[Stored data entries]
import { setImmediate as nextTurn } from 'node:timers/promises'
import type { InStatement } from '@libsql/client'
import type { Database } from '../database/database'
import { StorageUnavailable } from '../database/storageFailure'
import { directory } from '../directory/directory'
import { NEXT_CACHE_TURN } from './cacheTurn'
import { CYLINDER_CACHES, rebuiltCache } from './caches'
import { cylindersAfter, logsOf } from './logPages'
import type { Guard } from './posting'
import { refreshedRows } from './refreshedRows'
import { saidByOthers } from './saidByOthers'

/** Rows refreshed in one turn of the writer's queue: what is posted meanwhile waits for no more than these. */
const ROWS_AT_ONCE = 200
/** How often a turn is taken again after another process wrote first. */
const RACE_RETRIES = 20

/** Cylinders of which another one's log says something, or has said it. */
export const SAID_OF = `SELECT a.cylinder_id FROM label_claims a JOIN label_claims b ON a.code = b.code AND a.cylinder_id <> b.cylinder_id
  UNION SELECT cylinder_id FROM halves UNION SELECT other_id FROM halves UNION SELECT id FROM cylinders WHERE finding_codes LIKE '% code-on-two %'`

const NEWEST = 'SELECT id FROM custody_events ORDER BY seq DESC LIMIT 1'

/** How far making the caches again has come. */
export interface RebuildProgress { cylinders: number, events: number }

/**
 * Makes every cache of the custody log again from the log alone, cylinder by cylinder, each in the place of what was
 * there: the fleet is read and events are posted meanwhile. What the log does not know is taken out.
 *
 * @param tell is called after each turn.
 * @returns how many cylinders and events it went through.
 */
export async function rebuildCaches(db: Database, nowMs: number, tell: (progress: RebuildProgress) => void = () => undefined): Promise<RebuildProgress> {
  await directory(db, true)
  // A claim or a half goes by its event: one that stands under another cylinder would be in the way of the right one.
  await db.write([NEXT_CACHE_TURN, ...['label_claims', 'halves'].map(table => `DELETE FROM ${table} WHERE NOT EXISTS
    (SELECT 1 FROM custody_events e WHERE e.id = ${table}.event_id AND e.cylinder_id = ${table}.cylinder_id)`)])
  const done: RebuildProgress = { cylinders: 0, events: 0 }
  for (let after: string | null = ''; after !== null;) {
    const before: string = after
    after = await db.exclusive(async (commit) => {
      const page = await cylindersAfter(db, before)
      await commit([NEXT_CACHE_TURN, ...CYLINDER_CACHES.map(table => strangers(table, before, page.last))])
      done.events += await rebuildSome(db, page.ids, nowMs, commit)
      done.cylinders += page.ids.length
      return page.last
    })
    tell(done)
    await nextTurn()
  }
  await refreshBothSides(db, nowMs)
  return done
}

/** What a cache holds, within a stretch of cylinders, of those that the log does not know. */
function strangers({ table, key }: (typeof CYLINDER_CACHES)[number], after: string, last: string | null): InStatement {
  return {
    sql: `DELETE FROM ${table} WHERE ${key} > ? ${last === null ? '' : `AND ${key} <= ?`}
      AND NOT EXISTS (SELECT 1 FROM custody_events e WHERE e.cylinder_id = ${table}.${key})`,
    args: last === null ? [after] : [after, last],
  }
}

/** @returns how many events these cylinders have. */
async function rebuildSome(db: Database, ids: readonly string[], nowMs: number, commit: Database['write']): Promise<number> {
  let events = 0
  let left = ids
  for (let attempt = 0; left.length > 0; attempt++) {
    if (attempt > RACE_RETRIES) throw new StorageUnavailable('The custody log is written by others faster than its caches can follow')
    const [from, said, logs] = await Promise.all([directory(db), saidByOthers(db, left), logsOf(db, left)])
    const statements = [...logs].flatMap(([id, log]) => rebuiltCache(id, log, from, nowMs, said(id)))
    const [versions] = await commit([
      { sql: `SELECT cylinder_id, max(version) FROM custody_events WHERE cylinder_id IN (${left.map(() => '?').join(', ')}) GROUP BY cylinder_id`, args: [...left] },
      NEXT_CACHE_TURN,
      ...statements,
    ])
    // Another process has recorded meanwhile: what it wrote rests on caches that were not made again yet.
    const behind = versions!.rows.filter(row => row[1] !== logs.get(row[0] as string)?.at(-1)?.version).map(row => row[0] as string)
    for (const [id, log] of logs) if (!behind.includes(id)) events += log.length
    left = behind
  }
  return events
}

/** Once every log was read, the rows that rest on what other cylinders' logs say: one code on two, and halves of a pair. */
async function refreshBothSides(db: Database, nowMs: number): Promise<void> {
  const ids = (await db.readClient.execute(SAID_OF)).rows.map(row => row[0] as string)
  for (let at = 0; at < ids.length; at += ROWS_AT_ONCE) {
    await db.exclusive(commit => refreshSome(db, ids.slice(at, at + ROWS_AT_ONCE), nowMs, commit))
    await nextTurn()
  }
}

async function refreshSome(db: Database, ids: readonly string[], nowMs: number, commit: Database['write']): Promise<void> {
  for (let attempt = 0; attempt <= RACE_RETRIES; attempt++) {
    const newest = (await db.readClient.execute(NEWEST)).rows[0]?.[0] as string
    const isNewest: Guard = { sql: `(${NEWEST}) IS ?`, args: [newest] }
    const [now] = await commit([NEWEST, NEXT_CACHE_TURN, ...await refreshedRows(db, ids, nowMs, isNewest)])
    if (now!.rows[0]?.[0] === newest) return
  }
  throw new StorageUnavailable('The custody log is written by others faster than its caches can follow')
}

**ASSIGNED TASK**. Copy out each line above, character for character.

**TASK SOLUTION**.
import { setImmediate as nextTurn } from 'node:timers/promises'
import type { InStatement } from '@libsql/client'
import type { Database } from '../database/database'
import { StorageUnavailable } from '../database/storageFailure'
import { directory } from '../directory/directory'
import { NEXT_CACHE_TURN } from './cacheTurn'
import { CYLINDER_CACHES, rebuiltCache } from './caches'
import { cylindersAfter, logsOf } from './logPages'
import type { Guard } from './posting'
import { refreshedRows } from './refreshedRows'
import { saidByOthers } from './saidByOthers'

/** Rows refreshed in one turn of the writer's queue: what is posted meanwhile waits for no more than these. */
const ROWS_AT_ONCE = 200
/** How often a turn is taken again after another process wrote first. */
const RACE_RETRIES = 20

/** Cylinders of which another one's log says something, or has said it. */
export const SAID_OF = `SELECT a.cylinder_id FROM label_claims a JOIN label_claims b ON a.code = b.code AND a.cylinder_id <> b.cylinder_id
  UNION SELECT cylinder_id FROM halves UNION SELECT other_id FROM halves UNION SELECT id FROM cylinders WHERE finding_codes LIKE '% code-on-two %'`

const NEWEST = 'SELECT id FROM custody_events ORDER BY seq DESC LIMIT 1'

/** How far making the caches again has come. */
export interface RebuildProgress { cylinders: number, events: number }

/**
 * Makes every cache of the custody log again from the log alone, cylinder by cylinder, each in the place of what was
 * there: the fleet is read and events are posted meanwhile. What the log does not know is taken out.
 *
 * @param tell is called after each turn.
 * @returns how many cylinders and events it went through.
 */
export async function rebuildCaches(db: Database, nowMs: number, tell: (progress: RebuildProgress) => void = () => undefined): Promise<RebuildProgress> {
  await directory(db, true)
  // A claim or a half goes by its event: one that stands under another cylinder would be in the way of the right one.
  await db.write([NEXT_CACHE_TURN, ...['label_claims', 'halves'].map(table => `DELETE FROM ${table} WHERE NOT EXISTS
    (SELECT 1 FROM custody_events e WHERE e.id = ${table}.event_id AND e.cylinder_id = ${table}.cylinder_id)`)])
  const done: RebuildProgress = { cylinders: 0, events: 0 }
  for (let after: string | null = ''; after !== null;) {
    const before: string = after
    after = await db.exclusive(async (commit) => {
      const page = await cylindersAfter(db, before)
      await commit([NEXT_CACHE_TURN, ...CYLINDER_CACHES.map(table => strangers(table, before, page.last))])
      done.events += await rebuildSome(db, page.ids, nowMs, commit)
      done.cylinders += page.ids.length
      return page.last
    })
    tell(done)
    await nextTurn()
  }
  await refreshBothSides(db, nowMs)
  return done
}

/** What a cache holds, within a stretch of cylinders, of those that the log does not know. */
function strangers({ table, key }: (typeof CYLINDER_CACHES)[number], after: string, last: string | null): InStatement {
  return {
    sql: `DELETE FROM ${table} WHERE ${key} > ? ${last === null ? '' : `AND ${key} <= ?`}
      AND NOT EXISTS (SELECT 1 FROM custody_events e WHERE e.cylinder_id = ${table}.${key})`,
    args: last === null ? [after] : [after, last],
  }
}

/** @returns how many events these cylinders have. */
async function rebuildSome(db: Database, ids: readonly string[], nowMs: number, commit: Database['write']): Promise<number> {
  let events = 0
  let left = ids
  for (let attempt = 0; left.length > 0; attempt++) {
    if (attempt > RACE_RETRIES) throw new StorageUnavailable('The custody log is written by others faster than its caches can follow')
    const [from, said, logs] = await Promise.all([directory(db), saidByOthers(db, left), logsOf(db, left)])
    const statements = [...logs].flatMap(([id, log]) => rebuiltCache(id, log, from, nowMs, said(id)))
    const [versions] = await commit([
      { sql: `SELECT cylinder_id, max(version) FROM custody_events WHERE cylinder_id IN (${left.map(() => '?').join(', ')}) GROUP BY cylinder_id`, args: [...left] },
      NEXT_CACHE_TURN,
      ...statements,
    ])
    // Another process has recorded meanwhile: what it wrote rests on caches that were not made again yet.
    const behind = versions!.rows.filter(row => row[1] !== logs.get(row[0] as string)?.at(-1)?.version).map(row => row[0] as string)
    for (const [id, log] of logs) if (!behind.includes(id)) events += log.length
    left = behind
  }
  return events
}

/** Once every log was read, the rows that rest on what other cylinders' logs say: one code on two, and halves of a pair. */
async function refreshBothSides(db: Database, nowMs: number): Promise<void> {
  const ids = (await db.readClient.execute(SAID_OF)).rows.map(row => row[0] as string)
  for (let at = 0; at < ids.length; at += ROWS_AT_ONCE) {
    await db.exclusive(commit => refreshSome(db, ids.slice(at, at + ROWS_AT_ONCE), nowMs, commit))
    await nextTurn()
  }
}

async function refreshSome(db: Database, ids: readonly string[], nowMs: number, commit: Database['write']): Promise<void> {
  for (let attempt = 0; attempt <= RACE_RETRIES; attempt++) {
    const newest = (await db.readClient.execute(NEWEST)).rows[0]?.[0] as string
    const isNewest: Guard = { sql: `(${NEWEST}) IS ?`, args: [newest] }
    const [now] = await commit([NEWEST, NEXT_CACHE_TURN, ...await refreshedRows(db, ids, nowMs, isNewest)])
    if (now!.rows[0]?.[0] === newest) return
  }
  throw new StorageUnavailable('The custody log is written by others faster than its caches can follow')
}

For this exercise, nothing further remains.